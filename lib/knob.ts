import { msg, SagittaError } from './errors.js';
import { DIRECT_UNITS, quantity, type Dimension } from './units.js';

/**
 * Notebook knobs: values a notebook declares as adjustable, with their type and unit, so that a
 * run can change them without editing the notebook.
 *
 *   const fieldT = knob('field', '1.5 T');        // a field: 1.5 (tesla) unless the run says otherwise
 *   const shownEvent = knob('shownEvent', 201);   // a plain number
 *   const window = knob('window', [0, 2]);        // a pair of numbers, kept as a pair
 *
 * `sagitta run nb.ipynb --set field="1.2 T"` supplies a value; the runner finds every `knob(…)`
 * call in the notebook before any cell runs and refuses a value of the wrong type or unit
 * (`--set field=1.2` has no unit; `--set field="2 m"` is not a field) or a name no knob declares.
 * A quantity knob returns the value in Sagitta's internal unit for its dimension (tesla, metre,
 * MeV, GeV/c, volt, ampere, radian, g/cm² — lib/units.ts), whatever unit it was written in. Without a supplied
 * value (in the live kernel, say) a knob is its default.
 *
 * Supplied values and the knobs used live on globalThis under a registered symbol, shared by
 * every copy of the library in the process (as the warnings and provenance stores are).
 */

/** The kinds of value a knob can hold, read from its default. */
export type KnobKind = 'quantity' | 'number' | 'boolean' | 'text' | 'list';

/** A knob as a run used it, for the report's provenance. */
export interface KnobRecord {
  readonly name: string;
  readonly kind: KnobKind;
  /** The default as the notebook wrote it, e.g. "1.5 T", 201, [0, 2] (JSON text). */
  readonly defaultText: string;
  /** The value used, as written (the supplied text, or the default). */
  readonly valueText: string;
  /** True when the run supplied the value. */
  readonly supplied: boolean;
  /** For quantities: the dimension and the internal unit the value is returned in. */
  readonly dimension?: Dimension;
  readonly internalUnit?: string;
}

type KnobDefault = number | string | boolean | readonly (number | string | boolean)[];

interface KnobStore {
  supplied: Map<string, string>;
  used: Map<string, KnobRecord>;
}

const STORE_KEY = Symbol.for('sagitta.knobs');
const NAME = /^[A-Za-z_][A-Za-z0-9_]*$/;
const RESERVED = new Set(['__proto__', 'constructor', 'prototype']);
const NUMBER = /^[+-]?(\d+\.?\d*|\.\d+)([eE][+-]?\d+)?$/;
const QUANTITY = /^\s*[+-]?(\d+\.?\d*|\.\d+)([eE][+-]?\d+)?\s*\S.*$/;
const INTERNAL_UNIT: Readonly<Record<Dimension, string>> = Object.freeze({ field: 'T', length: 'm', energy: 'MeV', momentum: 'GeV/c', voltage: 'V', current: 'A', angle: 'rad', arealDensity: 'g/cm²' });

function store(): KnobStore {
  const g = globalThis as unknown as Record<symbol, KnobStore | undefined>;
  return (g[STORE_KEY] ??= { supplied: new Map(), used: new Map() });
}

/** Quantity knob: "1.5 T" → 1.5 (tesla). */
export function knob(name: string, defaultValue: `${number} ${string}`): number;
export function knob(name: string, defaultValue: number): number;
export function knob(name: string, defaultValue: boolean): boolean;
export function knob(name: string, defaultValue: string): string;
/** List knob: the default's shape is kept ([0, 2] is a [number, number]). */
export function knob<T extends [] | (number | string | boolean)[]>(name: string, defaultValue: T): T;
/**
 * Declares a knob and returns its value for this run (the supplied one, else the default).
 * Throws BAD_KNOB for a bad name, a default of no knob kind, or the same name declared twice
 * with different defaults.
 * @example const fieldT = knob('field', '1.5 T') // 1.5, or 1.2 under `--set field="1.2 T"`
 */
export function knob(name: string, defaultValue: KnobDefault): unknown {
  checkKnobName(name);
  const kind = knobKind(name, defaultValue);
  const s = store();
  const text = s.supplied.get(name);
  const defaultText = typeof defaultValue === 'string' ? defaultValue : JSON.stringify(defaultValue);
  const earlier = s.used.get(name);
  if (earlier && earlier.defaultText !== defaultText) throw msg.badKnob(name, `declared again with default ${defaultText}; it was declared with ${earlier.defaultText}`);
  const value = text === undefined ? readKnobValue(name, defaultValue, defaultText) : readKnobValue(name, defaultValue, text);
  const dimension = kind === 'quantity' ? quantityDimension(name, defaultValue as string) : undefined;
  s.used.set(name, Object.freeze({
    name, kind, defaultText, valueText: text ?? defaultText, supplied: text !== undefined,
    ...(dimension ? { dimension, internalUnit: INTERNAL_UNIT[dimension] } : {}),
  }));
  return value;
}

/** Throws BAD_KNOB unless `name` can name a knob (an identifier-like word, not a reserved one). */
export function checkKnobName(name: string): void {
  if (typeof name !== 'string' || !NAME.test(name) || RESERVED.has(name)) {
    throw msg.badKnob(String(name), 'a knob name is a word of letters, digits and _ (not starting with a digit, and not __proto__, constructor or prototype)');
  }
}

/** The kind of knob a default makes; throws BAD_KNOB for a default no knob can have. */
export function knobKind(name: string, defaultValue: unknown): KnobKind {
  if (typeof defaultValue === 'number') {
    if (!Number.isFinite(defaultValue)) throw msg.badKnob(name, `the default ${defaultValue} is not a finite number`);
    return 'number';
  }
  if (typeof defaultValue === 'boolean') return 'boolean';
  if (typeof defaultValue === 'string') {
    if (!QUANTITY.test(defaultValue) || NUMBER.test(defaultValue.trim())) return 'text';
    quantityDimension(name, defaultValue);
    return 'quantity';
  }
  if (Array.isArray(defaultValue) && defaultValue.length > 0 && defaultValue.every((x) => ['number', 'string', 'boolean'].includes(typeof x))) return 'list';
  throw msg.badKnob(name, 'a default is a number, true/false, text, a quantity with a unit ("1.5 T") or a non-empty list of those');
}

/** The dimension of a quantity written like "1.5 T" or "350 MeV/c". */
function quantityDimension(name: string, text: string): Dimension {
  const unit = text.trim().replace(/^[+-]?(\d+\.?\d*|\.\d+)([eE][+-]?\d+)?\s*/, '');
  const dims = (Object.keys(DIRECT_UNITS) as Dimension[]).filter((d) => d !== 'momentum');
  if (/\/\s*c\s*$/i.test(unit)) return 'momentum';
  const direct = dims.find((d) => DIRECT_UNITS[d][unit.replace(/^[µμ]/, 'u')] !== undefined);
  if (direct) return direct;
  for (const d of dims) {
    try {
      quantity(text, d);
      return d;
    } catch {
      // not this dimension
    }
  }
  throw msg.badKnob(name, `the default ${JSON.stringify(text)} starts with a number but "${unit}" is not a unit Sagitta knows; write a plain number, or text that does not start with one`);
}

/**
 * Reads a knob value given as text (`--set name=text`) against the knob's default: the same
 * kind, and for quantities the same dimension. Throws BAD_KNOB saying what was expected.
 * @example readKnobValue('field', '1.5 T', '12 kG') // 1.2 (tesla)
 */
export function readKnobValue(name: string, defaultValue: KnobDefault, text: string): unknown {
  const kind = knobKind(name, defaultValue);
  const bad = (expected: string) => msg.badKnob(name, `${JSON.stringify(text)} is not ${expected} (the notebook's default is ${typeof defaultValue === 'string' ? JSON.stringify(defaultValue) : JSON.stringify(defaultValue)})`);
  switch (kind) {
    case 'number':
      if (!NUMBER.test(text.trim())) throw bad('a plain number');
      return Number(text);
    case 'boolean':
      if (text !== 'true' && text !== 'false') throw bad('true or false');
      return text === 'true';
    case 'text':
      return text;
    case 'quantity': {
      const dimension = quantityDimension(name, defaultValue as string);
      try {
        return quantity(text, dimension);
      } catch (err) {
        if (err instanceof SagittaError) throw bad(`${dimension === 'field' ? 'a field' : `a ${dimension}`} with a unit, e.g. ${JSON.stringify(defaultValue)}`);
        throw err;
      }
    }
    case 'list': {
      const defaults = defaultValue as readonly (number | string | boolean)[];
      let parsed: unknown;
      try {
        parsed = JSON.parse(text);
      } catch {
        throw bad(`a list like ${JSON.stringify(defaults)}`);
      }
      if (!Array.isArray(parsed) || parsed.length !== defaults.length || parsed.some((x, i) => typeof x !== typeof defaults[i])) {
        throw bad(`a list of ${defaults.length} ${defaults.map((d) => typeof d).join(', ')} like ${JSON.stringify(defaults)}`);
      }
      return Object.freeze(parsed);
    }
  }
}

/** Sets the values a run supplies (the runner calls this before the first cell). */
export function supplyKnobs(values: ReadonlyMap<string, string>): void {
  const s = store();
  s.supplied = new Map(values);
  s.used.clear();
}

/** The knobs declared so far, in declaration order. */
export function knobSnapshot(): readonly KnobRecord[] {
  return Object.freeze([...store().used.values()]);
}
########################################
Only the lines above starting at the line that holds "run nb.ipynb --set" and ending at the line that holds "returned in. */" are to be repeated, exactly and in full.

 * `sagitta run nb.ipynb --set field="1.2 T"` supplies a value; the runner finds every `knob(…)`
 * call in the notebook before any cell runs and refuses a value of the wrong type or unit
 * (`--set field=1.2` has no unit; `--set field="2 m"` is not a field) or a name no knob declares.
 * A quantity knob returns the value in Sagitta's internal unit for its dimension (tesla, metre,
 * MeV, GeV/c, volt, ampere, radian, g/cm² — lib/units.ts), whatever unit it was written in. Without a supplied
 * value (in the live kernel, say) a knob is its default.
 *
 * Supplied values and the knobs used live on globalThis under a registered symbol, shared by
 * every copy of the library in the process (as the warnings and provenance stores are).
 */

/** The kinds of value a knob can hold, read from its default. */
export type KnobKind = 'quantity' | 'number' | 'boolean' | 'text' | 'list';

/** A knob as a run used it, for the report's provenance. */
export interface KnobRecord {
  readonly name: string;
  readonly kind: KnobKind;
  /** The default as the notebook wrote it, e.g. "1.5 T", 201, [0, 2] (JSON text). */
  readonly defaultText: string;
  /** The value used, as written (the supplied text, or the default). */
  readonly valueText: string;
  /** True when the run supplied the value. */
  readonly supplied: boolean;
  /** For quantities: the dimension and the internal unit the value is returned in. */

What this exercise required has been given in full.